High rates have combined with rapid inflation to chip away at Americans’ confidence in the economy. But even as economic sentiment overall lags, many people report feeling OK about their own financial situations. Survey data from the New York Fed suggest that people across the income distribution still expect both their household incomes and their spending to climb in the months ahead, and that poorer people are slightly more optimistic than their wealthier counterparts.
Part of that could be because of another unusual aspect of this business cycle. Even though high interest rates usually increase unemployment, the economy’s resilience means that hasn’t happened this time. Job openings have come down, but hiring has remained quick and joblessness is very low.
As a result, the lower-income people who are often most vulnerable to job losses in a downturn are still working and earning money.
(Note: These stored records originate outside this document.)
"""Phone sync of what happens after the first assessment: reassessments, monitoring entries
and outcomes, each stored exactly once by its device-made id (the same rules as cases), plus
the "due now" list the phone polls for its reminders.

Sync calls authenticate exactly like ``POST /api/v1/cases`` (device token + X-Clinic-Sync).
"""

from __future__ import annotations

from flask import g, jsonify

from clinic_app import clock
from clinic_app.i18n import _
from clinic_app.storage import cases, devices
from clinic_app.storage import settings as settings_store
from clinic_app.storage.db import get_db, write
from clinic_app.web import followup_records as records
from clinic_app.web import public
from clinic_app.web.api import bp
from clinic_app.web.api_sync import sync_batch
from clinic_app.web.csrf import csrf

# kind -> the body field holding the batch (the outbox's KINDS use the same names).
FIELDS = {"reassessment": "reassessments", "monitoring": "entries", "outcome": "outcomes"}


def _upload(kind: str):
    device, batch = sync_batch(FIELDS[kind])
    conn = get_db()
    settings = settings_store.load(conn)
    received_at = clock.iso(clock.now())
    owner = {"id": device["user_id"], "role": device["role"]}
    # One transaction for the whole batch: a full or read-only disk stores none of it, and the
    # phone's retry sends it whole again.
    with write(conn):
        results = [_one(conn, kind, raw, device, owner, settings, received_at)
                   for raw in batch]
        devices.touch(conn, device["id"], received_at)
    return jsonify({"results": results})


def _one(conn, kind, raw, device, owner, settings, received_at) -> dict:
    raw_id = raw.get("id") if isinstance(raw, dict) else None
    try:
        if not isinstance(raw, dict):
            raise records.RecordRejected(_("Each record must be a JSON object."))
        if not device["user_active"]:
            raise records.RecordRejected(_("This account is disabled; the record was not "
                                           "merged."))
        case_id = raw.get("case_id")
        if not isinstance(case_id, str) or cases.get(conn, case_id) is None:
            # The case may still be on its way (an older phone, a failed batch): keep it queued.
            return {"id": raw_id, "status": "retry",
                    "error": _("The case has not reached the clinic yet.")}
        case = cases.get_case_for_user(conn, case_id, owner)
        if case is None:
            raise records.RecordRejected(_("No such case."))
        common = {"user_id": device["user_id"], "device_id": device["id"],
                  "received_at": received_at}
        if kind == "reassessment":
            row = records.build_reassessment(conn, case, raw, settings=settings, **common)
        else:
            row = records.BUILDERS[kind](case, raw, **common)
    except records.RecordRejected as exc:
        return {"id": raw_id, "status": "rejected", "error": str(exc)}
    return {"id": row["id"], "error": None,
            "status": records.save(conn, kind, row, raw, in_transaction=True)}


@bp.post("/reassessments")
@public
@csrf.exempt
def upload_reassessments():
    return _upload("reassessment")


@bp.post("/monitoring")
@public
@csrf.exempt
def upload_monitoring():
    return _upload("monitoring")


@bp.post("/outcomes")
@public
@csrf.exempt
def upload_outcomes():
    return _upload("outcome")


@bp.get("/due")
def due_now():
    """What is due now in the user's scope: bedside checks, reassessments, follow-up visits."""
    from clinic_app.web.cases import due_lists

    checks, visits = due_lists(get_db(), g.user, clock.now())
    return jsonify({
        "now": clock.iso(clock.now()),
        "items": [{"case_id": item["case"]["id"], "kind": item["kind"],
                   "due_at": clock.iso(item["due_at"]), "due": item["due"], "late": item["late"],
                   "household_ref": item["case"]["household_ref"]} for item in checks],
        "visits": [{"case_id": v["case_id"], "due_date": v["due_date"], "reason": v["reason"],
                    "household_ref": v["household_ref"]} for v in visits],
    })
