"""The phone's assessment screen. Without JavaScript the form posts here and the server
computes and saves; with JavaScript static/js/pages/assess.js computes on the phone with the
offline engine and saves to the outbox. Both draw the result from one Jinja partial.
"""

from __future__ import annotations

import uuid

from flask import Blueprint, g, redirect, render_template, request, url_for
from flask_wtf import FlaskForm
from wtforms import (
    BooleanField,
    FloatField,
    HiddenField,
    RadioField,
    SelectField,
    StringField,
    TextAreaField,
)
from wtforms.fields.choices import SelectChoice
from wtforms.validators import InputRequired, Length, NumberRange, Optional

from clinic_app import clock
from clinic_app.i18n import _, lazy_gettext
from clinic_app.storage import settings as settings_store
from clinic_app.storage.db import get_db
from clinic_app.web.assess_view import build_input, present, words
from clinic_app.web.fields import IntegerField

bp = Blueprint("assess", __name__)


def _choices(*pairs) -> list[SelectChoice]:
    return [SelectChoice(value, label) for value, label in pairs]

DANGER_SIGNS = (
    ("unable_to_drink_or_breastfeed", lazy_gettext("Not able to drink or breastfeed")),
    ("vomits_everything", lazy_gettext("Vomits everything")),
    ("convulsions", lazy_gettext("Convulsions now or during this illness")),
    ("shock", lazy_gettext("Cold hands with a weak or absent pulse")),
)


class AssessForm(FlaskForm):
    # Danger signs first.
    unable_to_drink_or_breastfeed = BooleanField(DANGER_SIGNS[0][1])
    vomits_everything = BooleanField(DANGER_SIGNS[1][1])
    convulsions = BooleanField(DANGER_SIGNS[2][1])
    shock = BooleanField(DANGER_SIGNS[3][1])
    age_value = FloatField(lazy_gettext("Age"), validators=[InputRequired(), NumberRange(min=0)])
    age_unit = SelectField(lazy_gettext("Age in"), choices=_choices(
        ("months", lazy_gettext("months")), ("weeks", lazy_gettext("weeks")),
        ("years", lazy_gettext("years"))), default="months")
    sex = SelectField(lazy_gettext("Sex"), choices=_choices(
        ("", lazy_gettext("Not recorded")), ("female", lazy_gettext("Girl")),
        ("male", lazy_gettext("Boy"))), default="")
    weight_kg = FloatField(lazy_gettext("Weight (kg)"), validators=[Optional()])
    no_scale = BooleanField(lazy_gettext("No scale: weight not measured"))
    confirm_implausible_weight = BooleanField(
        lazy_gettext("I have checked the weight and it is right"))
    muac_mm = IntegerField(lazy_gettext("MUAC (mm)"), validators=[Optional()])
    oedema_both_feet = BooleanField(lazy_gettext("Swelling (oedema) of both feet"))
    condition = RadioField(lazy_gettext("General condition"), choices=_choices(
        ("well", lazy_gettext("Well, alert")), ("restless", lazy_gettext("Restless, irritable")),
        ("lethargic", lazy_gettext("Lethargic or unconscious (under 2 months: moves only when "
                                   "stimulated, or not at all)"))), validators=[Optional()])
    eyes = RadioField(lazy_gettext("Eyes"), choices=_choices(
        ("normal", lazy_gettext("Normal")), ("sunken", lazy_gettext("Sunken"))),
        validators=[Optional()])
    drinking = RadioField(lazy_gettext("Offer water or ORS"), choices=_choices(
        ("normal", lazy_gettext("Drinks normally")), ("eager", lazy_gettext("Drinks eagerly, thirsty")),
        ("poor", lazy_gettext("Drinks poorly")), ("unable", lazy_gettext("Not able to drink"))),
        validators=[Optional()])
    skin_pinch = RadioField(lazy_gettext("Skin pinch of the belly"), choices=_choices(
        ("quick", lazy_gettext("Goes back quickly")), ("slow", lazy_gettext("Goes back slowly")),
        ("very_slow", lazy_gettext("Goes back very slowly (more than 2 seconds)"))),
        validators=[Optional()])
    diarrhoea_days = IntegerField(lazy_gettext("Days of diarrhoea"),
                                  validators=[Optional(), NumberRange(min=0, max=365)])
    blood_in_stool = BooleanField(lazy_gettext("Blood in the stool"))


SIGN_HINTS = {
    "condition": lazy_gettext("Watch the child: alert, fussy, or hard to wake?"),
    "eyes": lazy_gettext("Look at the eyes; ask the mother if they look usual."),
    "drinking": lazy_gettext("Offer a cup or spoon and watch how the child drinks. Not asked "
                             "under 2 months."),
    "skin_pinch": lazy_gettext("Pinch the belly skin for one second, let go, count."),
}


class SaveForm(FlaskForm):
    """What was given and recorded with the case (also the fields of the phone's save)."""

    case_id = HiddenField()
    ors_sachets = IntegerField(lazy_gettext("ORS sachets given"), default=0,
                               validators=[Optional(), NumberRange(min=0, max=1000)])
    zinc_tablets = IntegerField(lazy_gettext("Zinc tablets given"), default=0,
                                validators=[Optional(), NumberRange(min=0, max=1000)])
    referral_made = BooleanField(lazy_gettext("Referral made"))
    caregiver_language = StringField(lazy_gettext("Caregiver's language"),
                                     validators=[Optional(), Length(max=35)])
    household_ref = StringField(lazy_gettext("Household reference"),
                                validators=[Optional(), Length(max=64)])
    note = TextAreaField(lazy_gettext("Note"), validators=[Optional(), Length(max=2000)])


def _render(form, save_form, *, result=None, view=None, errors=None, status=200):
    settings = settings_store.load(get_db())
    return render_template(
        "assess/new.html", form=form, save_form=save_form, result=result, view=view,
        errors=errors or {}, hints=SIGN_HINTS, danger_signs=DANGER_SIGNS, words=words(),
        settings=settings), status


@bp.route("/assess", methods=["GET", "POST"])
def new():
    from clinic_app.clinical.assess import assess
    from clinic_app.clinical.types import AssessmentInputError

    form = AssessForm()
    save_form = SaveForm(prefix="save")
    if request.method == "GET":
        return _render(form, save_form)
    if not form.validate_on_submit():
        return _render(form, save_form, status=422)
    inputs = build_input(form.data)
    settings = settings_store.load(get_db())
    try:
        result = assess(inputs, settings)
    except AssessmentInputError as exc:
        errors = {key.split(".")[-1]: message for key, message in exc.fields.items()}
        if exc.code == "implausible_weight":
            errors["confirm_implausible_weight"] = _("Check the weight, or confirm it.")
        return _render(form, save_form, errors=errors, status=422)
    if request.form.get("action") == "save" and save_form.validate():
        return _save(inputs, result, save_form)
    if not save_form.case_id.data:
        save_form.case_id.data = str(uuid.uuid4())
    view = present(result, settings, inputs["age_months"])
    return _render(form, save_form, result=result, view=view)


def _save(inputs: dict, result: dict, save_form: SaveForm):
    """Store the case from the server form (no phone, no outbox): same rules as a sync."""
    from clinic_app.web.api_sync import CaseRejected, build_case, store_case

    raw = {"id": save_form.case_id.data or str(uuid.uuid4()),
           "created_at": clock.iso(clock.now()), "area": g.user["area"] or "",
           "input": inputs, "result": result,
           "given": {"ors_sachets": save_form.ors_sachets.data or 0,
                     "zinc_tablets": save_form.zinc_tablets.data or 0},
           "referral_made": bool(save_form.referral_made.data),
           "caregiver_language": save_form.caregiver_language.data or "",
           "household_ref": save_form.household_ref.data or None,
           "note": save_form.note.data or None}
    conn = get_db()
    try:
        case = build_case(raw, user_id=g.user["id"], device_id=None,
                          user_active=bool(g.user["active"]), received_at=raw["created_at"],
                          settings=settings_store.load(conn))
    except CaseRejected as exc:
        return render_template("errors/error.html", status=422, title=_("Not saved"),
                               message=str(exc)), 422
    store_case(conn, case, raw)
    return redirect(url_for("assess.saved", case_id=case.id))


@bp.get("/assess/saved/<case_id>")
def saved(case_id: str):
    return render_template("assess/saved.html", case_id=case_id)
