"""The supervisor's pages: weekly tallies, quality, trends, alerts, supplies and exports.

Supervisors and admins see everything here; nurses may open the supplies page to enter
receipts and adjustments; a CHW gets 403 everywhere. Every download is audit-logged.
"""

from __future__ import annotations

import csv
import io
from datetime import date

from flask import (
    Blueprint,
    Response,
    abort,
    flash,
    g,
    redirect,
    render_template,
    request,
    url_for,
)
from flask_wtf import FlaskForm
from wtforms import SelectField, StringField, TextAreaField
from wtforms.fields.choices import SelectChoice
from wtforms.validators import DataRequired, Length, NumberRange

from clinic_app import clock, supervision
from clinic_app.i18n import _, lazy_gettext
from clinic_app.storage import alerts as alert_store
from clinic_app.storage import audit, exports, profile, tallies
from clinic_app.storage import stock as stock_store
from clinic_app.storage.db import get_db, write
from clinic_app.surveillance.agegroups import AGE_GROUP_KEYS
from clinic_app.surveillance.isoweek import week_of
from clinic_app.web.api import ApiError
from clinic_app.web.api_tallies import parse_filter, parse_weeks
from clinic_app.web.auth import roles_required
from clinic_app.web.fields import IntegerField
from clinic_app.web.svg_charts import line_chart

bp = Blueprint("supervisor", __name__, url_prefix="/supervisor")

OVERSIGHT = ("supervisor", "admin")
STOCK_EDITORS = ("nurse", "admin")
DEFAULT_WEEKS = 12

# I18N: row labels of the weekly tallies table
ROW_LABELS = {
    "cases": lazy_gettext("Cases"),
    "sev_none": lazy_gettext("No dehydration"),
    "sev_some": lazy_gettext("Some dehydration"),
    "sev_severe": lazy_gettext("Severe dehydration"),
    "plan_a": lazy_gettext("Plan A"),
    "plan_b": lazy_gettext("Plan B"),
    "plan_c": lazy_gettext("Plan C"),
    "plan_sam": lazy_gettext("SAM rehydration"),
    "danger_signs": lazy_gettext("Danger signs"),
    "referrals_urgent": lazy_gettext("Urgent referrals"),
    "referrals_routine": lazy_gettext("Routine referrals"),
    "referrals_completed": lazy_gettext("Referrals made"),
    "dysentery": lazy_gettext("Dysentery"),
    "persistent_diarrhoea": lazy_gettext("Persistent diarrhoea"),
    "severe_acute_malnutrition": lazy_gettext("Severe acute malnutrition"),
    "suspected_cholera": lazy_gettext("Suspected cholera"),
    "outcome_recovered": lazy_gettext("Recovered"),
    "outcome_referred": lazy_gettext("Referred (outcome)"),
    "outcome_admitted": lazy_gettext("Admitted"),
    "outcome_died": lazy_gettext("Died"),
    "outcome_lost": lazy_gettext("Lost to follow-up"),
    "ors_sachets": lazy_gettext("ORS sachets given"),
    "zinc_tablets": lazy_gettext("Zinc tablets given"),
}
QUALITY_LABELS = {
    "ors_given": lazy_gettext("Some or severe dehydration given ORS"),
    "zinc_given": lazy_gettext("Given zinc when advised"),
    "severe_referred_or_plan_c": lazy_gettext("Severe cases referred or on Plan C"),
    "plan_b_reassessed_on_time": lazy_gettext("Plan B reassessed at 4 hours (± 1 hour)"),
    "follow_ups_on_time": lazy_gettext("Follow-ups done on time"),
}
ITEM_LABELS = {"ors_sachets": lazy_gettext("ORS sachets"),
               "zinc_tablets": lazy_gettext("Zinc tablets")}  # fmt: skip


class AcknowledgeForm(FlaskForm):
    # I18N: what the supervisor writes when acknowledging an alert
    comment = TextAreaField(lazy_gettext("Comment"), validators=[DataRequired(), Length(max=500)])


class StockForm(FlaskForm):
    item = SelectField(lazy_gettext("Item"),
                       choices=[SelectChoice(k, v) for k, v in ITEM_LABELS.items()])
    kind = SelectField(lazy_gettext("Entry"), choices=[
        SelectChoice("receipt", lazy_gettext("Receipt")),
        SelectChoice("adjustment", lazy_gettext("Adjustment (+/-)"))])
    quantity = IntegerField(lazy_gettext("Quantity"),
                            validators=[DataRequired(), NumberRange(-100000, 100000)])
    reason = StringField(lazy_gettext("Reason"), validators=[Length(max=200)])  # fmt: skip


def today() -> date:
    return clock.now().date()


def selection():
    """Weeks and filters from the query string; defaults to the last 12 weeks, all cases."""
    args = request.args
    if not args.get("from") or not args.get("to"):
        last = week_of(today())
        args = {**args.to_dict(), "from": str(last.shift(1 - DEFAULT_WEEKS)), "to": str(last)}
    try:
        first, last = parse_weeks(args)
        where = parse_filter(args)
    except ApiError as exc:
        abort(Response(render_template("supervisor/bad_request.html", message=exc.message,
                                       fields=exc.fields), status=400))  # fmt: skip
    return first, last, where


def report_context(conn, first, last, where) -> dict:
    """Everything the tallies page and the weekly PDF show."""
    weeks = tallies.weekly_tallies(conn, first, last, where)
    totals = supervision.sum_weeks(weeks)
    labels = [w["week"] for w in weeks]
    severity_chart = line_chart(
        _("Cases by severity, %(first)s to %(last)s", first=first, last=last), labels,
        {str(ROW_LABELS[k]): [w[k] for w in weeks] for k in ("sev_none", "sev_some", "sev_severe")},
    )  # fmt: skip
    ears_week = supervision.last_complete_week(today())
    ears = supervision.ears_by_area(conn, ears_week)
    by_area = tallies.weekly_counts_by_area(conn, first, last)
    multiples = {area: line_chart(area, labels, {str(ROW_LABELS["cases"]): series}, width=300,
                                  height=120, legend=False)
                 for area, series in sorted(by_area.items())}  # fmt: skip
    return {
        "first": first, "last": last, "where": where, "weeks": weeks, "totals": totals,
        "rows": ROW_LABELS, "quality": supervision.quality_for_period(
            conn, first, last, totals, today(), where),
        "quality_labels": QUALITY_LABELS, "severity_chart": severity_chart,
        "multiples": multiples, "ears": ears, "ears_week": ears_week,
        "open_alerts": alert_store.listing(conn, open_only=True),
    }  # fmt: skip


def low_stock_weeks(conn) -> int:
    """The admin's low-stock threshold, in weeks of stock left (clinic profile)."""
    return profile.load(conn).stock_alert_weeks


def refresh_alerts(conn) -> None:
    with write(conn):
        supervision.refresh_alerts(conn, today(), clock.iso(clock.now()),
                                   low_stock_weeks(conn))  # fmt: skip


@bp.get("/")
@roles_required(*OVERSIGHT)
def index():
    conn = get_db()
    refresh_alerts(conn)
    first, last, where = selection()
    return render_template(
        "supervisor/index.html", **report_context(conn, first, last, where),
        areas=tallies.areas(conn), workers=tallies.workers(conn), age_groups=AGE_GROUP_KEYS,
        args=request.args,
    )  # fmt: skip


@bp.get("/alerts")
@roles_required(*OVERSIGHT)
def alerts():
    conn = get_db()
    refresh_alerts(conn)
    return render_template("supervisor/alerts.html", alerts=alert_store.listing(conn),
                           form=AcknowledgeForm())  # fmt: skip


@bp.post("/alerts/<int:alert_id>/acknowledge")
@roles_required(*OVERSIGHT)
def acknowledge(alert_id: int):
    conn = get_db()
    if alert_store.get(conn, alert_id) is None:
        abort(404)
    form = AcknowledgeForm()
    if not form.validate_on_submit():
        flash(_("Write a comment to acknowledge the alert."), "error")
        return redirect(url_for(".alerts")), 303
    at = clock.iso(clock.now())
    with write(conn):
        if alert_store.acknowledge(conn, alert_id, user_id=g.user["id"], at=at,
                                   comment=form.comment.data.strip()):  # fmt: skip
            audit.record(conn, at=at, user_id=g.user["id"], action="acknowledge",
                         record_type="alert", record_id=str(alert_id))  # fmt: skip
    return redirect(url_for(".alerts")), 303


@bp.route("/supplies", methods=["GET", "POST"])
@roles_required(*OVERSIGHT, "nurse")
def supplies():
    conn = get_db()
    form = StockForm()
    can_edit = g.user["role"] in STOCK_EDITORS
    if request.method == "POST":
        if not can_edit:
            abort(403)
        if form.validate_on_submit() and (form.kind.data == "adjustment"
                                          or form.quantity.data > 0):  # fmt: skip
            at = clock.iso(clock.now())
            with write(conn):
                movement = stock_store.add_movement(
                    conn, at=at, item=form.item.data, kind=form.kind.data,
                    quantity=form.quantity.data, user_id=g.user["id"],
                    reason=(form.reason.data or "").strip(),
                )  # fmt: skip
                audit.record(conn, at=at, user_id=g.user["id"], action="create",
                             record_type="stock_movement", record_id=str(movement))  # fmt: skip
            return redirect(url_for(".supplies")), 303
        flash(_("Enter a whole number; a receipt must be more than zero."), "error")
    low_weeks = low_stock_weeks(conn)
    return render_template(
        "supervisor/supplies.html", form=form, can_edit=can_edit, items=ITEM_LABELS,
        stock=supervision.stock_overview(conn, today(), low_weeks), low_weeks=low_weeks,
        movements=stock_store.recent(conn),
    )  # fmt: skip


def _download(body: bytes | str, filename: str, mimetype: str, record_type: str, first, last):
    conn = get_db()
    at = clock.iso(clock.now())
    with write(conn):
        audit.record(conn, at=at, user_id=g.user["id"], action="export", record_type=record_type,
                     record_id=f"{first}..{last}")  # fmt: skip
    response = Response(body, mimetype=mimetype)
    response.headers["Content-Disposition"] = f'attachment; filename="{filename}"'
    return response


def _csv(header, rows) -> str:
    out = io.StringIO()
    writer = csv.writer(out)
    writer.writerow(header)
    writer.writerows(rows)
    return out.getvalue()


@bp.get("/export/cases.csv")
@roles_required(*OVERSIGHT)
def export_cases():
    first, last, _where = selection()
    rows = exports.case_rows(get_db(), first.monday.isoformat(), last.shift(1).monday.isoformat())
    body = _csv(exports.CASE_COLUMNS, rows)
    return _download(body, f"cases_{first}_{last}.csv", "text/csv", "cases_csv", first, last)


@bp.get("/export/weekly.csv")
@roles_required(*OVERSIGHT)
def export_weekly():
    first, last, where = selection()
    weeks = tallies.weekly_tallies(get_db(), first, last, where)
    body = _csv(("week", *tallies.COUNTERS), ([w["week"], *(w[n] for n in tallies.COUNTERS)]
                                               for w in weeks))  # fmt: skip
    return _download(body, f"weekly_{first}_{last}.csv", "text/csv", "weekly_csv", first, last)


@bp.get("/export/report.pdf")
@roles_required(*OVERSIGHT)
def export_report():
    from clinic_app.pdf import render_pdf  # WeasyPrint is heavy: load it only when printing

    conn = get_db()
    refresh_alerts(conn)
    first, last, where = selection()
    pdf = render_pdf("supervisor/report_pdf.html", **report_context(conn, first, last, where),
                     alerts=alert_store.listing(conn), generated=clock.iso(clock.now()))  # fmt: skip
    return _download(pdf, f"weekly_report_{last}.pdf", "application/pdf", "weekly_report_pdf",
                     first, last)  # fmt: skip


@bp.app_template_filter("share_percent")
def share_percent(share: float | None) -> str:
    return "–" if share is None else f"{share * 100:.0f} %"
The fact that many households are still managing — and that some have been very insulated from the effects of high rates — could help to explain the economy’s resilience.
Central bankers initially brushed off the economy’s surprising robustness because inflation was coming down anyway. Going into the year, they were projecting three rate cuts before the end of 2024, and investors expected those to start by March.
But more recently, inflation had stalled out at a rate above the Fed’s 2 percent target.
The inflation stickiness has come partly because of a continued pickup in services costs, which tend to respond to economic fundamentals like wage gains. In short, there have been hints that it may take more of an actual economic cool-down to wrestle inflation down further.
This has prompted many central bankers to suggest that they are likely to keep interest rates higher for longer than they were previously expecting. Investors initially anticipated the Fed would cut rates early this year, but they now see the first reduction coming in September or later.
For now, most central bankers have suggested that the issue is that rates are taking time to work — not that they are too low to slow the economy.
“Tight monetary policy continues to weigh on demand, particularly in interest-sensitive spending categories,” Mr. Powell said in a speech this month.
For people waiting for relief in credit card rates and to gain a foothold in the housing market, that could mean a longer wait.